Гришка и Юрка были одарены одинаковыми доблестями, благодаря которым Гришка сделался первоклассным конструктором и настоящим мужчиной хемингуэистого розлива, а Юрка дважды отсидел и если не находится в лечебно-трудовом профилактории и по сей день, то лишь потому, что это противоречит международным соглашениям о правах человека. Поскольку антисемиты убеждены, что человек становится конструктором, писателем или ученым не потому, что умеет делать что-то писательское или конструкторское, а потому, что занимает место, на котором написано "конструктор", "писатель", "музыкант" - постольку можно сказать, что Гришка занял Юркино место, вынудив его (уже из другого города!) увлечься до самозабвения систематическими мордобоями на танцплацу, покинуть школу, после армии в день окончания техникума ввязаться в драку и лишиться хорошего распределения, колотить жену и попадать в милицию каждый раз, когда начинала складываться очередная карьера - у него по-прежнему любое дело горело в руках, - а потом заливать очередную неудачу традиционными напитками: его главным несчастьем, как и у всех людей на свете, оказались его склонности, а не возможности.
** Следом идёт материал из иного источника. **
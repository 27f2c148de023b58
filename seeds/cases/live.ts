/* Live figures in the texts of a case: numbers that the writer affirmed become nodes that follow the sheets. */
import { type Rich } from '@domain/basis';
import { type Evaluation } from '@domain/evaluate';
import { type Q, unitLabel } from '@engine/quantity';
import { answerId, documentId, scenarioKey } from '../convert';
import { type DemoLive } from './demo-case-types';

/** Evaluations of a document on both sides of the case. */
export type Sides = { base: Evaluation; this: Evaluation };

const OUTPUTS: Record<string, (sheet: string) => string> = {
  relief_load: (sheet) => `sheets/load:${sheet}#relief_load`,
  required_area: (sheet) => `sheets/size:${sheet}#A_required`,
  'detail.air_equivalent': (sheet) => `sheets/load:${sheet}#air_equivalent`,
};
type Found = { at: number; text: string; node: unknown; unit: string };

function isQ(value: Q | string | undefined): value is Q {
  return typeof value === 'object';
}

function nodeOf(
  live: DemoLive,
  sides: ReadonlyMap<string, Sides>,
): { node: unknown; unit: string } | undefined {
  const [tag = '', cause = '', group = ''] = live.sheet.split('/');
  const path = OUTPUTS[live.key]?.(`${scenarioKey(cause)}/${answerId(group)}`);
  const side = live.state === 'before' ? 'base' : 'this';
  const affirmed = path === undefined ? undefined : sides.get(tag)?.[side].figures[path];
  if (path === undefined || !isQ(affirmed)) return undefined;
  const attrs = {
    doc: documentId(tag),
    side,
    path,
    decimals: live.decimals,
    affirmed: { value: affirmed.value, unit: affirmed.unit },
  };
  return { node: { type: 'figure', attrs }, unit: affirmed.unit };
}

function findAll(text: string, lives: readonly DemoLive[], sides: ReadonlyMap<string, Sides>): Found[] {
  const found: Found[] = [];
  for (const live of lives) {
    const made = nodeOf(live, sides);
    const pattern = new RegExp(`(?<![\\d.,])${live.text.replaceAll('.', '\\.')}(?![\\d,]|\\.\\d)`);
    const at = made ? (pattern.exec(text)?.index ?? -1) : -1;
    if (made && at >= 0 && !found.some((other) => other.at === at))
      found.push({ at, text: live.text, ...made });
  }
  return found.sort((a, b) => a.at - b.at);
}

/** The unit after a number is shown by the node itself. */
function restAfter(text: string, found: Found): string {
  const rest = text.slice(found.at + found.text.length);
  const said = [found.unit, unitLabel(found.unit)].find((unit) => rest.startsWith(` ${unit}`));
  return said === undefined ? rest : rest.slice(said.length + 1);
}

/** A text of one paragraph in which the figures that the case lists are live. */
export function richWithFigures(
  text: string,
  lives: readonly DemoLive[],
  sides: ReadonlyMap<string, Sides>,
): Rich {
  const content: unknown[] = [];
  const all = findAll(text, lives, sides);
  let rest = text;
  for (const found of all) {
    const before = rest.slice(0, rest.length - (text.length - found.at));
    if (before !== '') content.push({ type: 'text', text: before });
    content.push(found.node);
    rest = restAfter(text, found);
  }
  if (rest !== '') content.push({ type: 'text', text: rest });
  return { type: 'doc', content: [{ type: 'paragraph', content }] };
}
Судьба вообще поставила меня между двумя семейными кланами, словно желая испытать на прочность. Ковальчуки и теперь кажутся мне более одаренными - по крайней мере, с ними всегда было интересно: шум, гам, слезы, ругань, хохот - все вперемешку и все такое же яркое, как винегреты на их праздничном столе, сияющие, словно рубиновые звезды Кремля, и лица от выпивки светятся рубинами.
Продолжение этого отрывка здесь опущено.